В Вормсе Лютер предстал перед императором и многими князьями Германской империи. Председательствующий показал ему несколько книг и спросил, действительно ли он является их автором. Просмотрев их, Лютер ответил, что эти и другие подобные книги написал он. Затем его спросили, продолжает ли он придерживаться взглядов, изложенных в этих изданиях, или же он хочет от них отречься. Наступил трудный для Лютера момент. У него не было страха перед императорской властью, но он боялся Бога. Казалось немыслимым выступить против всей церкви и против императора, власть которого установлена Богом. Монах в очередной раз содрогнулся перед величием Бога и попросил день на размышления.

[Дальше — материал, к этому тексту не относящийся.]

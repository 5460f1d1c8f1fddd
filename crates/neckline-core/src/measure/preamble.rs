//! What a measuring system's export puts around its rows: lines of metadata before the header
//! (a preamble: project, date, operator, units), a row of units right after it, and points it
//! did not measure (empty readings, or a validity column saying not valid).

use super::columns::{Columns, Quantity};
use super::dialect::{csv_error, csv_reader, read_header_line, read_line_capped, Dialect};
use super::rules::MAX_FIELDS;
use super::ColumnMap;
use crate::error::{Error, Location, Result};
use crate::units::LengthUnit;
use std::io::BufRead;
use std::path::Path;

/// The most lines (comments and blank lines left out) looked at for the header when its line
/// is not given: a preamble longer than this needs `--header-row`.
pub const PREAMBLE_LINES: u64 = 50;

/// The header line found, and what it gives.
pub(super) struct Found {
    /// The header's line in the file (1-based).
    pub(super) line: u64,
    /// Lines before it that were neither blank nor comments (a preamble), left aside.
    pub(super) skipped: u64,
    pub(super) dialect: Dialect,
    pub(super) columns: Columns,
    pub(super) notes: Vec<String>,
}

/// The columns of one candidate header line at `line`, or why it is not a header.
fn try_header(text: &str, line: u64, map: &ColumnMap, loc: &Location) -> Result<Found> {
    let dialect = Dialect::detect(text);
    let mut reader = csv_reader(dialect, text.as_bytes());
    let mut record = csv::StringRecord::new();
    reader
        .read_record(&mut record)
        .map_err(|e| csv_error(loc, e).shift_line(line - 1))?;
    if record.len() > MAX_FIELDS {
        return Err(Error::input(
            loc.clone().at_line(line),
            format!(
                "the header has {} fields, more than {MAX_FIELDS}: not a measurement file",
                record.len()
            ),
        ));
    }
    let (columns, notes) = Columns::from_header(&record, map, &loc.clone().at_line(line))?;
    Ok(Found {
        line,
        skipped: 0,
        dialect,
        columns,
        notes,
    })
}

/// The error for a file without a header line.
fn empty(loc: &Location) -> Error {
    Error::input(
        loc.clone(),
        "the file is empty: expected a header row naming id, major, minor (or strain columns)",
    )
}

/// Find the header in `input` and leave `input` at the line after it: line
/// `map.header_row` when given, else the first line (past comments and blank lines) that holds
/// the required columns through the column map, among the first [`PREAMBLE_LINES`]. When no
/// line does, the first line's refusal is returned.
pub(super) fn find_header(input: &mut impl BufRead, name: &Path, map: &ColumnMap) -> Result<Found> {
    let loc = Location::file(name);
    if let Some(n) = map.header_row {
        return header_at(input, name, map, n);
    }
    let mut line = 0;
    let mut first: Option<Error> = None;
    for tried in 0..PREAMBLE_LINES {
        let (prefix, text) = read_header_line(input, name)?;
        if text.is_empty() {
            return Err(first.unwrap_or_else(|| empty(&loc)));
        }
        // Comment and blank lines are one `\n` each before the header line as read.
        line += prefix.bytes().take_while(|&b| b == b'\n').count() as u64 + 1;
        match try_header(&text, line, map, &loc) {
            Ok(found) => {
                return Ok(Found {
                    skipped: tried,
                    ..found
                })
            }
            Err(e) => {
                first.get_or_insert(e);
            }
        }
    }
    Err(first.unwrap_or_else(|| empty(&loc)))
}

/// The header at line `n` (1-based), every line before it left aside.
fn header_at(input: &mut impl BufRead, name: &Path, map: &ColumnMap, n: u64) -> Result<Found> {
    let loc = Location::file(name);
    let mut text = String::new();
    for line in 1..=n {
        text.clear();
        if read_line_capped(input, &mut text, name)? == 0 {
            return Err(Error::input(
                loc,
                format!("--header-row {n}: the file has only {} lines", line - 1),
            ));
        }
    }
    let header = text.trim().trim_start_matches('\u{feff}').trim();
    if header.is_empty() {
        return Err(Error::input(
            loc.at_line(n),
            format!("--header-row {n}: line {n} is blank, expected the header"),
        ));
    }
    let found = try_header(header, n, map, &loc)?;
    Ok(Found {
        skipped: n - 1,
        ..found
    })
}

/// A unit as written in a unit row, its brackets left off.
#[derive(Debug, Clone, Copy, PartialEq, Eq)]
pub(super) enum UnitWord {
    /// A length unit.
    Length(LengthUnit),
    /// `%`.
    Percent,
    /// `deg`, `°`.
    Degree,
    /// `-`: no unit stated.
    None,
}

impl UnitWord {
    /// Read `cell` as a unit word: `mm`, `in`, `%`, `deg`, `°`, `-`, bare or in `[ ]` or `( )`.
    pub(super) fn parse(cell: &str) -> Option<Self> {
        let t = cell.trim();
        let t = t
            .strip_prefix('[')
            .and_then(|t| t.strip_suffix(']'))
            .or_else(|| t.strip_prefix('(').and_then(|t| t.strip_suffix(')')))
            .unwrap_or(t)
            .trim()
            .to_ascii_lowercase();
        Some(match t.as_str() {
            "mm" => UnitWord::Length(LengthUnit::Mm),
            "in" | "inch" => UnitWord::Length(LengthUnit::In),
            "%" => UnitWord::Percent,
            "deg" | "°" => UnitWord::Degree,
            "-" => UnitWord::None,
            _ => return None,
        })
    }

    /// Whether this unit can be the unit of `q`.
    fn fits(self, q: Quantity) -> bool {
        matches!(
            (self, q),
            (UnitWord::None, _)
                | (UnitWord::Length(_), Quantity::Length)
                | (UnitWord::Percent, Quantity::Percent)
                | (UnitWord::Degree, Quantity::Angle)
        )
    }
}

/// What a column holds, in words.
fn holds(q: Quantity) -> &'static str {
    match q {
        Quantity::Length => "a length column",
        Quantity::Percent => "a strain column (percent)",
        Quantity::Angle => "an angle column (degrees)",
    }
}

/// The unit row read under a header.
#[derive(Debug, Clone, Default, PartialEq)]
pub struct UnitRow {
    /// Its line in the file.
    pub line: u64,
    /// The length units it gives: field number and unit.
    pub(super) lengths: Vec<(usize, LengthUnit)>,
}

/// Whether `text` (the line after the header, at `line`) is a unit row: its cells in the
/// numeric columns are all unit words or empty, and one at least is a word. A unit that cannot
/// be its column's (`mm` under a strain, `%` under an axis) refuses the file.
pub(super) fn unit_row(
    text: &str,
    line: u64,
    dialect: Dialect,
    columns: &Columns,
    file: &Path,
) -> Result<Option<UnitRow>> {
    let mut reader = csv_reader(dialect, text.as_bytes());
    let mut record = csv::StringRecord::new();
    if !matches!(reader.read_record(&mut record), Ok(true)) {
        return Ok(None);
    }
    let mut words = Vec::new();
    for (c, q) in columns.quantities() {
        let cell = super::dialect::trim_cell(record.get(c).unwrap_or(""));
        if cell.is_empty() {
            continue;
        }
        match UnitWord::parse(cell) {
            Some(w) => words.push((c, q, w, cell)),
            None => return Ok(None),
        }
    }
    if words.is_empty() {
        return Ok(None);
    }
    let mut row = UnitRow {
        line,
        lengths: Vec::new(),
    };
    for (c, q, w, cell) in words {
        if !w.fits(q) {
            return Err(Error::input(
                Location::file(file)
                    .at_line(line)
                    .at_column(c as u64 + 1, &columns.names[c]),
                format!(
                    "the unit row gives `{cell}` under {}: the unit contradicts the column \
                     (map the column to the right name, or correct the unit row)",
                    holds(q)
                ),
            ));
        }
        if let UnitWord::Length(u) = w {
            row.lengths.push((c, u));
        }
    }
    Ok(Some(row))
}

impl UnitRow {
    /// Refuse a length unit other than `unit`, the unit the file is read in.
    pub fn check(&self, unit: LengthUnit, columns: &Columns, file: &Path) -> Result<()> {
        match self.lengths.iter().find(|(_, u)| *u != unit) {
            Some(&(c, u)) => Err(Error::input(
                Location::file(file)
                    .at_line(self.line)
                    .at_column(c as u64 + 1, &columns.names[c]),
                format!(
                    "the unit row gives `{u}` but the file is read in {} ({unit}): give \
                     --unit {u} (or `unit = \"{u}\"` in the job file)",
                    unit.plural()
                ),
            )),
            None => Ok(()),
        }
    }
}

/// Read a validity cell: `1`, `true`, `yes` valid, `0`, `false`, `no` not valid (any case);
/// an empty cell is valid (nothing said). `Err` holds what was expected.
pub fn parse_valid(cell: &str) -> std::result::Result<bool, String> {
    match cell.trim().to_ascii_lowercase().as_str() {
        "" | "1" | "true" | "yes" => Ok(true),
        "0" | "false" | "no" => Ok(false),
        _ => Err(format!(
            "expected 1/0, true/false or yes/no in the validity column, found `{}`",
            crate::error::clip(cell.trim())
        )),
    }
}

/// Whether the row `record` was not measured: its reading cells (axes or strains) all empty,
/// or its validity cell saying not valid. A validity cell that is no flag is left for the row's
/// reading to reject.
pub(super) fn not_measured(columns: &Columns, record: &csv::StringRecord) -> bool {
    // A row of the wrong length or size is the row reader's to reject.
    if record.len() != columns.names.len()
        || record.as_byte_record().as_slice().len() > super::MAX_ROW_BYTES
    {
        return false;
    }
    let empty = |c: usize| {
        record
            .get(c)
            .is_none_or(|f| super::dialect::trim_cell(f).is_empty())
    };
    if columns.reading_fields().into_iter().all(empty) {
        return true;
    }
    columns
        .valid
        .and_then(|c| parse_valid(record.get(c).unwrap_or("")).ok())
        == Some(false)
}

#[cfg(test)]
mod tests {
    //! Expectations from the module documentation: a preamble before the header, a unit row
    //! after it, points not measured. Unit words as measuring systems' exports write them
    //! (common practice: `mm`, `%`, and the same in brackets).
    use super::*;

    fn find(text: &str, map: &ColumnMap) -> Result<(Found, String)> {
        let mut input = text.as_bytes();
        let found = find_header(&mut input, Path::new("m.csv"), map)?;
        Ok((found, String::from_utf8_lossy(input).into_owned()))
    }

    #[test]
    fn a_preamble_is_left_aside_and_the_header_keeps_its_line() {
        let text = "Project: rear floor pan\nDate: 2026-03-02\n# note\nUnits: mm\n\
                    id;major;minor\nA1;2,6;2,5\n";
        let (found, rest) = find(text, &ColumnMap::default()).unwrap();
        assert_eq!((found.line, found.skipped), (5, 3));
        assert_eq!(found.dialect, Dialect::Semicolon);
        assert_eq!(rest, "A1;2,6;2,5\n");
        // Given its line, the header is that line, whatever is before it.
        let map = ColumnMap {
            header_row: Some(5),
            ..ColumnMap::default()
        };
        let (found, rest) = find(text, &map).unwrap();
        assert_eq!((found.line, found.skipped), (5, 4));
        assert_eq!(rest, "A1;2,6;2,5\n");
        let map = ColumnMap {
            header_row: Some(2),
            ..ColumnMap::default()
        };
        let e = find(text, &map).err().unwrap().to_string();
        assert!(e.starts_with("m.csv:2: missing columns"), "{e}");
    }

    #[test]
    fn without_a_header_the_first_line_is_refused_at_its_own_line() {
        let e = find("# a\n# b\nid,major\nA1,2\n", &ColumnMap::default())
            .err()
            .unwrap()
            .to_string();
        assert!(e.starts_with("m.csv:3: missing column `minor`"), "{e}");
        let e = find("# only\n\n", &ColumnMap::default())
            .err()
            .unwrap()
            .to_string();
        assert!(e.starts_with("m.csv: the file is empty"), "{e}");
    }

    #[test]
    fn unit_words_are_read_bare_or_bracketed() {
        assert_eq!(UnitWord::parse("[%]"), Some(UnitWord::Percent));
        assert_eq!(
            UnitWord::parse(" (mm) "),
            Some(UnitWord::Length(LengthUnit::Mm))
        );
        assert_eq!(
            UnitWord::parse("IN"),
            Some(UnitWord::Length(LengthUnit::In))
        );
        assert_eq!(UnitWord::parse("-"), Some(UnitWord::None));
        assert_eq!(UnitWord::parse("2.5"), None);
        assert_eq!(UnitWord::parse("-2.5"), None);
    }

    #[test]
    fn validity_flags_are_read_in_any_case() {
        for v in ["1", "TRUE", "yes", " Yes ", ""] {
            assert_eq!(parse_valid(v), Ok(true), "{v}");
        }
        for v in ["0", "False", "NO"] {
            assert_eq!(parse_valid(v), Ok(false), "{v}");
        }
        assert!(parse_valid("maybe").unwrap_err().contains("found `maybe`"));
    }
}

На следующий день зал заседаний рейхстага был переполнен, поскольку все знали, что должен выступить Лютер. Присутствие в Вормсе императора, которого сопровождал отряд испанских солдат, пренебрежительно относившихся к немцам, раздражало не только простых людей, но и многих германских князей. Лютеру еще раз предложили отречься. Зал замер, и в полной тишине монах ответил, что мысли, высказанные в его сочинениях, в целом соответствуют фундаментальному христианскому учению, которого придерживается не только он, но и его оппоненты. Что же касается некоторых других положений, продолжал он, в них речь идет об угнетении и эксплуатации немецкого народа. От них он тоже не может отречься, к тому же рейхстаг был созван не для этого, а отказ от таких взглядов приведет к еще большей несправедливости. В-третьих, в своих работах он критикует ставшие предметом полемики отдельные взгляды отдельных личностей. Возможно, признал он, в каких-то случаях его высказывания были слишком резкими. Но справедливость их отрицать невозможно, или пусть его убедят в обратном.
Император не хотел вступать в дискуссию с Лютером, поэтому велел очередной раз задать ему вопрос: "Отрекаешься ты или нет?" На него Лютер дал ответ на немецком языке, отбросив латынь, на которой традиционно проводились богословские диспуты: "Совесть моя подчиняется Слову Божьему. Я не могу и не хочу отречься, ибо неправильно и небезопасно идти наперекор своей совести. Да поможет мне Бог. Аминь"{4} . С таким победным заявлением он вышел из зала и вернулся домой.
Сожжением папской буллы Лютер бросил вызов Риму. Теперь же, в Вормсе, он бросил вызов империи. Так что у него были большие основания взывать: "Да поможет мне Бог".